Jan. 23 (Bloomberg) -- Two New Jersey congressmen proposed different bills to loosen a 20-year-old federal law that bans sports betting in 46 U.S. states.
Representative Frank LoBiondo, a Republican from Vineland, said his legislation would let states seek permission to circumvent a 1992 federal law that allows sports bets only in Nevada, Delaware, Montana and Oregon. Representative Frank Pallone, a Democrat from Long Branch, wants the exemption solely for New Jersey.
“New Jersey would be carved out,” Pallone said at a news conference in Trenton today. “We’re not dealing with any other state.”
Pallone said he concentrated on New Jersey because voters and Governor Chris Christie, a Republican, have supported the expansion of gambling. Pallone declined to “get into the details of how we’re going to get it passed or what the chances are.” Both congressmen plan to introduce the measures today.
Jason Galanes, a spokesman for LoBiondo, said the congressman worked on his bill with members of the casino industry and the House legislative counsel. A broader measure is more likely to get support in Congress than one that only exempts New Jersey, LoBiondo said in a statement. His bill would give states until 2016 to apply.
“If it’s going to be a New Jersey exemption only, what gives those other states the incentive?” Galanes said in a phone interview. “We went with the idea to let all states have an equal opportunity.”
New Jersey, with resorts along Atlantic Ocean beaches, is the second-largest U.S. casino market, behind Nevada. Pressures on the industry, including competition from new casinos in Pennsylvania, prompted Christie’s administration to approve a $261 million tax reimbursement for the newest resort, the Revel casino scheduled to open this year.
In November, New Jersey voters passed a ballot measure supporting sports betting at casinos and tracks, 64 percent to 36 percent. Christie on Jan. 17 signed a bill that would permit wagering on professional and college sports if the federal ban is lifted.

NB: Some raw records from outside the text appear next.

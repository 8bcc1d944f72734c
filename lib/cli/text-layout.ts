/**
 * Paragraphs and tables of a fixed width for a terminal.
 */

const LINE_LENGTH = 100;
const COLUMN_GAP = '  ';

/** Breaks a paragraph at plain spaces; lines after the first are indented. Fixed spaces become plain ones and are not broken at. */
export function wrapText(text: string, indent = 0): string {
  const lines: string[] = [];
  let line = '';
  for (const word of text.split(' ').map(plain)) {
    if (line !== '' && line.length + 1 + word.length > LINE_LENGTH) {
      lines.push(line);
      line = ' '.repeat(indent) + word;
    } else {
      line = line === '' ? word : `${line} ${word}`;
    }
  }
  return [...lines, line].join('\n');
}

/** Cells in columns, two spaces apart, nothing trailing. */
export function renderTable(rows: readonly (readonly string[])[]): string {
  const width = rows.reduce((most, row) => Math.max(most, row.length), 0);
  const widths = Array.from({ length: width }, (_, column) =>
    rows.reduce((most, row) => Math.max(most, lengthOf(row[column] ?? '')), 0),
  );
  const pad = (cell: string, column: number) => plain(cell) + ' '.repeat(widths[column] - lengthOf(cell));
  return rows.map((row) => row.map(pad).join(COLUMN_GAP).trimEnd()).join('\n');
}

function plain(text: string): string {
  return text.replace(/[\u00a0\u202f]/g, ' ');
}

/** Characters, not UTF-16 units. */
function lengthOf(text: string): number {
  return [...text].length;
}
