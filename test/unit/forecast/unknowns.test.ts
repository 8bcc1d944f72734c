import { describe, expect, it } from 'vitest';
import { DEFAULT_FIT_OPTIONS } from '@/lib/estimate/defaults';
import { USUAL_PRIORS } from '@/lib/estimate/priors';
import type { FitOptions } from '@/lib/estimate/types';
import { createOutlookRun } from '@/lib/forecast/outlook-run';
import type { MonthlySeries } from '@/lib/series/types';
import { COEXISTING, FIRST_MONTH, simulateSeries } from '../estimate/simulated-market';

function codesOf(series: MonthlySeries, options: Partial<FitOptions> = {}): string[] {
  const run = createOutlookRun({ series, options: { ...DEFAULT_FIT_OPTIONS, ...options } });
  let step = run.next();
  while (!step.done) step = run.next();
  if (!('report' in step)) throw new Error(step.failure);
  return step.report.unknowns.map(({ code, firm, parameter }) =>
    [code, firm, parameter].filter((part) => part !== null).join(' '),
  );
}

describe('what the data cannot tell', () => {
  it('is nothing for five years in which a market bends and settles', () => {
    expect(codesOf(simulateSeries(COEXISTING, 60, 0.01, 1))).toEqual([]);
  });

  it('is the saturation level, the competition and more before the series has bent', () => {
    const codes = codesOf(
      simulateSeries({ ...COEXISTING, r1: 0.08, r2: 0.09, n1: 5e3, n2: 4e3 }, 18, 0.02, 1),
    );
    expect(codes).toContain('short-series');
    expect(codes).toContain('saturation-unseen 1 k1');
    expect(codes).toContain('saturation-unseen 2 k2');
    expect(codes).toContain('competition-unidentified 1 alpha');
  });

  it('names shares of a whole and a late launch', () => {
    const focal = Array.from({ length: 30 }, (_, t) => 100 - 60 / (1 + Math.exp(-(t - 15) / 4)));
    expect(codesOf({ firstMonth: FIRST_MONTH, focal, rival: focal.map((share) => 100 - share) })).toContain(
      'share-only',
    );
    const base = simulateSeries(COEXISTING, 30, 0.02, 2);
    expect(codesOf({ ...base, rival: base.rival.map((count, t) => (t < 8 ? 0 : count)) })).toContain(
      'late-launch 2',
    );
  });

  it('names a prior that the counts contradict, of a coefficient too, and none that they do not', () => {
    const series = simulateSeries(COEXISTING, 60, 0.02, 1);
    const alpha = { meanLog: Math.log(2.5), sdLog: 0.5 };
    const priors = { ...USUAL_PRIORS, alpha, noCompetition: 0 };
    expect(codesOf(series, { priors })).toContain('prior-conflict 1 alpha');
    expect(codesOf(series).join()).not.toContain('prior-conflict');
  });

  it('says that a firm that only falls does not show its own crowding', () => {
    const focal = Array.from({ length: 30 }, (_, t) => 1000 * Math.exp(-0.06 * t));
    const rival = simulateSeries(COEXISTING, 30, 0.02, 3).rival;
    expect(codesOf({ firstMonth: FIRST_MONTH, focal, rival })).toContain('flat-incumbent 1 k1');
  });
});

Professional leagues such as the National Basketball Association have traditionally opposed legalizing sports betting.
“I don’t have any idea of what has a better chance of getting through Congress -- I’m just not close enough to it so I don’t know,” Christie told reporters today in Trenton. “The fact is, whatever allows us to be able to institute sports gambling in New Jersey in a way that’s legal I’m in favor of. Whatever approach can get through Congress is fine by me.”